# Clip "On the klein tool pouch"



## nick.pei (Jun 15, 2009)

This could quite possibly be a dumb question deserving dumb answers, but what is the push clip on the klein tool pouch for, the #5127 in particular.


----------



## 480sparky (Sep 20, 2007)

Keychains.


----------



## MF Dagger (Dec 24, 2007)

Electricians knife


----------



## Rudeboy (Oct 6, 2009)

Hang sh!t on.


----------



## jwjrw (Jan 14, 2010)

MF Dagger said:


> Electricians knife


 

Yep you got it.

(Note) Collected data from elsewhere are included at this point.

"""Switchback design: schedule, engine pieces, estimators, large-market carry-over.

Outside references named beside each check: the carry-over bias of switchbacks and
its decay with block length and burn-in ("Design and analysis of switchback
experiments", Management Science 2023; "Switchback experiments under geometric
mixing", 2022); the pooled two-sample t statistic (scipy.stats.ttest_ind); the
binomial band of interval coverage; the convergence of the finite market to the
ODE (Kurtz, J. Appl. Prob. 1970).
"""

from __future__ import annotations

import itertools
import math
import re
import warnings

import numpy as np
import pytest
from hypothesis import given, settings
from hypothesis import strategies as st
from scipy import stats

import marketsim as ms
from marketsim.engine import build_cells, run_cells
from marketsim.meanfield.periodic import flow_through
from marketsim.meanfield.solver import FlowModel

MARKET = ms.scenarios.rehearsal_rooms()          # mean busy times 2 and 3 hours
TREATMENT = ms.scenarios.instant_confirmation()


def grown(k: int, market: ms.Market = MARKET) -> ms.Market:
    """The market with k times the listings and arrivals (same balance)."""
    return market.replace(listing_counts=[int(n) * k for n in market.listing_counts],
                          arrival_rate=market.arrival_rate * k)


def large_market_bias(market, design):
    return float(ms.meanfield.expected_estimates(market, TREATMENT, design,
                                                 [ms.SwitchbackDifference()])["bias"][0])


# --- bad input --------------------------------------------------------------------

@pytest.mark.parametrize("kwargs, message", [
    ({"block_length": 0.0}, "block_length must be a finite number > 0, got 0.0"),
    ({"block_length": -2.0}, "block_length must be a finite number > 0, got -2.0"),
    ({"block_length": 2.0, "burn_in": 2.0},
     "burn_in must be shorter than block_length (each block keeps block_length - burn_in "
     "after its burn-in), got burn_in=2 with block_length=2"),
    ({"block_length": 2.0, "burn_in": 3.0}, "burn_in must be shorter than block_length"),
    ({"block_length": 2.0, "assignment": "daily"},
     "assignment must be one of 'random', 'alternating', got 'daily'"),
])
def test_bad_switchbacks_are_refused_with_the_rule_and_the_value(kwargs, message):
    with pytest.raises(ValueError, match=re.escape(message)):
        ms.Switchback(**kwargs)


def test_a_horizon_shorter_than_two_blocks_is_refused_everywhere():
    design = ms.Switchback(10.0)
    message = "horizon must hold at least two blocks of the switchback (2 x block_length = 20)"
    with pytest.raises(ValueError, match=message.replace("(", r"\(").replace(")", r"\)")):
        ms.simulate(MARKET, TREATMENT, design, horizon=19.0, seed=1)
    with pytest.raises(ValueError, match="got horizon=15"):
        ms.Study(MARKET, TREATMENT, [design], horizon=15.0)


def test_linear_estimators_refuse_a_switchback_and_switchback_ones_refuse_the_rest():
    with pytest.raises(ValueError, match=r"customer-side .* a switchback design compares time"):
        ms.Arm(ms.Switchback(5.0), [ms.CustomerSideEstimator()]).resolve(MARKET)
    with pytest.raises(ValueError, match="switchback difference needs a switchback design"):
        ms.Arm(ms.CustomerSide(0.5), [ms.SwitchbackDifference()]).resolve(MARKET)
    with pytest.raises(ValueError, match=r"assignment='random'.*got assignment='alternating'"):
        ms.Arm(ms.Switchback(5.0, assignment="alternating"),
               [ms.SwitchbackHorvitzThompson()]).resolve(MARKET)
    assert [e.name for e in ms.Arm(ms.Switchback(5.0)).resolve(MARKET)] == [
        "switchback difference", "switchback Horvitz-Thompson"]
    with pytest.raises(ValueError, match="bins must be None for a switchback"):
        ms.simulate(MARKET, TREATMENT, ms.Switchback(5.0), horizon=20.0, bins=4, seed=1)
    with pytest.raises(ValueError, match="the ledger of a switchback design"):
        ms.SwitchbackDifference().estimate(ms.simulate(MARKET, horizon=5.0, seed=1))


# --- schedule and engine invariants -------------------------------------------------

@settings(max_examples=60, deadline=None)
@given(length=st.floats(0.5, 20.0), share=st.floats(0.0, 0.95), blocks=st.floats(2.0, 9.5),
       alternating=st.booleans(), seed=st.integers(0, 2**32))
def test_kept_windows_partition_into_treated_and_control(length, share, blocks, alternating,
                                                        seed):
    """The kept parts of the blocks, treated and control together, cover the horizon minus
    the burn-ins; the pieces tile the window; both groups are present."""
    design = ms.Switchback(length, burn_in=share * length,
                           assignment="alternating" if alternating else "random")
    horizon = blocks * length
    schedule = design.schedule(horizon, np.random.default_rng(seed))
    kept = schedule.kept_lengths
    burn = np.minimum(design.burn_in, schedule.ends - schedule.starts)
    assert np.isclose(kept[schedule.treated].sum() + kept[~schedule.treated].sum(),
                      horizon - burn.sum(), rtol=1e-12, atol=1e-9)
    pieces = schedule.pieces()
    assert pieces[0][0] == 0.0 and np.isclose(pieces[-1][1], horizon)
    assert all(np.isclose(a[1], b[0]) for a, b in itertools.pairwise(pieces))
    positive = kept > 0
    assert schedule.treated[positive].any() and not schedule.treated[positive].all()


@settings(max_examples=25, deadline=None)
@given(seed=st.integers(0, 2**32), slice_events=st.integers(1, 300),
       engine=st.sampled_from(["auto", "general"]), length=st.floats(0.5, 4.0))
def test_switchback_ledger_is_the_same_for_the_same_seed_whatever_the_slice(
        seed, slice_events, engine, length):
    cells = build_cells(MARKET, TREATMENT, ms.Switchback(length, burn_in=length / 3))
    runs = [run_cells(cells, horizon=4 * length, burn_in=1.0, seed=seed, engine=engine,
                      slice_events=size) for size in (slice_events, 2**20)]
    first, second = runs
    assert np.array_equal(first.bin_bookings, second.bin_bookings)
    assert np.array_equal(first.bin_arrivals, second.bin_arrivals)
    assert np.array_equal(first.blocks.treated, second.blocks.treated)
    assert np.array_equal(first.bookings, first.bin_bookings.sum(axis=0))


def test_pieces_are_exact_the_general_engine_reproduces_an_unbroken_run():
    """With a treatment that changes nothing, a switchback run of the general engine
    (which carries the next arrival and the heap of release times across pieces and
    draws nothing at a switch) makes exactly the bookings of an unbroken run with the
    same seed, block by block."""
    market = MARKET.replace(busy_time=ms.busy_time.LogNormal(cv=2.0))
    nothing = ms.Treatment(utility_shift=0.0)
    switched = ms.simulate(market, nothing, ms.Switchback(10.0), horizon=100.0, burn_in=5.0,
                           seed=3, progress=False)
    unbroken = ms.simulate(market, nothing, horizon=100.0, burn_in=5.0, seed=3, bins=10,
                           progress=False)
    assert switched.engine == "general" and switched.bookings.sum() > 500
    assert np.array_equal(switched.bin_bookings.sum(axis=1), unbroken.bin_bookings.sum(axis=1))
    assert np.array_equal(switched.bin_arrivals.sum(axis=1), unbroken.bin_arrivals.sum(axis=1))


# --- estimators ------------------------------------------------------------------------

def test_difference_estimator_is_the_pooled_two_sample_t_test_on_block_rates():
    """With equal kept lengths, estimate / standard error is scipy's pooled two-sample t
    statistic on the block rates (scipy.stats.ttest_ind, equal_var=True); the
    Horvitz-Thompson value is sum((2 W - 2 (1 - W)) Y) / sum(l) by hand."""
    ledger = ms.simulate(MARKET, TREATMENT, ms.Switchback(5.0, burn_in=1.0), horizon=60.0,
                         seed=11)
    estimate = ms.SwitchbackDifference().estimate(ledger)
    rates = ledger.bin_bookings.sum(axis=(1, 2)) / 4.0
    treated = ledger.blocks.treated
    t = stats.ttest_ind(rates[treated], rates[~treated], equal_var=True).statistic
    assert estimate.value == pytest.approx(rates[treated].mean() - rates[~treated].mean())
    assert estimate.value / estimate.standard_error == pytest.approx(t, rel=1e-12)
    totals = ledger.bin_bookings.sum(axis=(1, 2))
    ht = ms.SwitchbackHorvitzThompson().estimate(ledger)
    assert ht.value == pytest.approx(np.sum(np.where(treated, 2.0, -2.0) * totals) / 48.0)
    assert ht.standard_error == pytest.approx(math.sqrt(np.sum(4.0 * totals**2)) / 48.0)


# --- bias: large-market and simulated --------------------------------------------------

def test_large_market_bias_vanishes_with_block_length_and_shrinks_with_burn_in():
    """Carry-over bias falls as blocks grow past several mean busy times and as the
    burn-in grows (both references above); here on the rehearsal rooms (mean busy
    time about 2.25 hours)."""
    effect = ms.meanfield.gte(MARKET, TREATMENT)
    for assignment in ("alternating", "random"):
        biases = [large_market_bias(MARKET, ms.Switchback(k, assignment=assignment))
                  for k in (1.0, 4.0, 16.0, 64.0)]
        assert all(b > 0 for b in biases)
        assert biases == sorted(biases, reverse=True), biases
        assert biases[0] > 0.2 * effect and biases[-1] < 0.02 * effect
        with_burn_in = [large_market_bias(MARKET, ms.Switchback(16.0, burn_in=b,
                                                                assignment=assignment))
                        for b in (0.0, 4.0, 8.0)]
        assert with_burn_in == sorted(with_burn_in, reverse=True), with_burn_in
        assert with_burn_in[-1] < 0.01 * effect


def test_simulated_bias_shrinks_with_burn_in_in_a_slowly_mixing_market():
    """Busy times of 20 and 30 hours against blocks of 40: the burn-in of half a block
    cuts the carry-over bias, measured by paired replications (same customers)."""
    slow = MARKET.replace(mean_busy_time=[20.0, 30.0], listing_counts=[1200, 400],
                          arrival_rate=MARKET.arrival_rate).with_balance(MARKET.balance)
    arms = [ms.Arm(ms.Switchback(40.0, burn_in=b, assignment="alternating"),
                   [ms.SwitchbackDifference()], name=f"b={b:g}") for b in (0.0, 20.0)]
    result = ms.Study(slow, TREATMENT, arms, horizon=320.0, burn_in=20.0,
                      start="steady").run(40, seed=4, progress=False)
    raw = result.replications.pivot(index="replication", columns="arm", values="estimate")
    gap = raw["b=0"] - raw["b=20"]
    bias = result.summary.set_index("arm")["bias"]
    assert bias["b=0"] > 0.2 * result.truth["value"].iloc[0]
    assert gap.mean() > 3.0 * gap.std(ddof=1) / math.sqrt(len(gap)), (gap.mean(), bias)


def test_no_carry_over_means_no_bias():
    """Busy times 500 times shorter than the blocks: nothing is carried across a
    switch, and the switchback is unbiased within Monte Carlo error."""
    fast = MARKET.replace(mean_busy_time=[0.02, 0.03]).with_balance(MARKET.balance)
    result = ms.Study(fast, TREATMENT, [ms.Switchback(10.0, assignment="alternating")],
                      horizon=40.0, burn_in=1.0, start="steady").run(60, seed=2,
                                                                     progress=False)
    row = result.summary.iloc[0]
    assert abs(row["bias"]) < 3.0 * row["bias_mc_se"], row.to_dict()
    assert row["bias_mc_se"] < 0.02 * row["truth"]


def test_standard_error_covers_at_the_nominal_rate():
    """Long blocks (little carry-over): the nominal 95% interval from the block-to-block
    standard error covers within the binomial band of 300 replications."""
    result = ms.Study(MARKET, TREATMENT, [ms.Arm(ms.Switchback(10.0, burn_in=5.0),
                                                 [ms.SwitchbackDifference()])],
                      horizon=200.0, burn_in=10.0, start="steady").run(300, seed=8,
                                                                       progress=False)
    coverage = result.summary["coverage"].iloc[0]
    assert abs(coverage - 0.95) <= 3.0 * math.sqrt(0.95 * 0.05 / 300), coverage


def test_large_market_switchback_bias_agrees_with_simulation_at_large_n():
    """4,000 listings, alternating blocks of 2 hours (strong carry-over): the simulated
    bias matches the ODE run through the schedule within Monte Carlo error."""
    big = grown(100)
    design = ms.Switchback(2.0, assignment="alternating")
    expected = large_market_bias(big, design)
    result = ms.Study(big, TREATMENT, [design], horizon=80.0, burn_in=2.0,
                      start="steady").run(40, seed=5, progress=False)
    row = result.summary.iloc[0]
    assert row["bias"] > 10 * row["bias_mc_se"]
    assert abs(row["bias"] - expected) < 3.0 * row["bias_mc_se"], (row["bias"], expected)


def test_random_large_market_value_is_stable_across_schedule_seeds():
    """The paired long random schedule: another seed moves the value by under 1% of
    the effect."""
    cells = build_cells(MARKET, TREATMENT, ms.Switchback(3.0))
    values = [ms.SwitchbackDifference().estimate(ms.meanfield.switchback_ledger(
        cells, seed=s)).value for s in (0, 1)]
    assert abs(values[0] - values[1]) < 0.01 * ms.meanfield.gte(MARKET, TREATMENT)


# --- the periodic large-market path ------------------------------------------------------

My dad and most electricians here used a klein folding knife to strip wire that you hung on that hook. I say used because most guys here use a razor knife now.


----------



## Frasbee (Apr 7, 2008)

Beef jerky.


----------



## Mike in Canada (Jun 27, 2010)

It's supposed to be for the knife, and I *do* hang my knife there, but I also hang my keys on it.

Mike


----------



## John Valdes (May 17, 2007)

To make it look cool.


----------



## Breakfasteatre (Sep 8, 2009)

ive also seen adjustable wrench on it


i have my knife on it when im not cutting in, otherwise it just goes in the big hole in the middle of my pouch


----------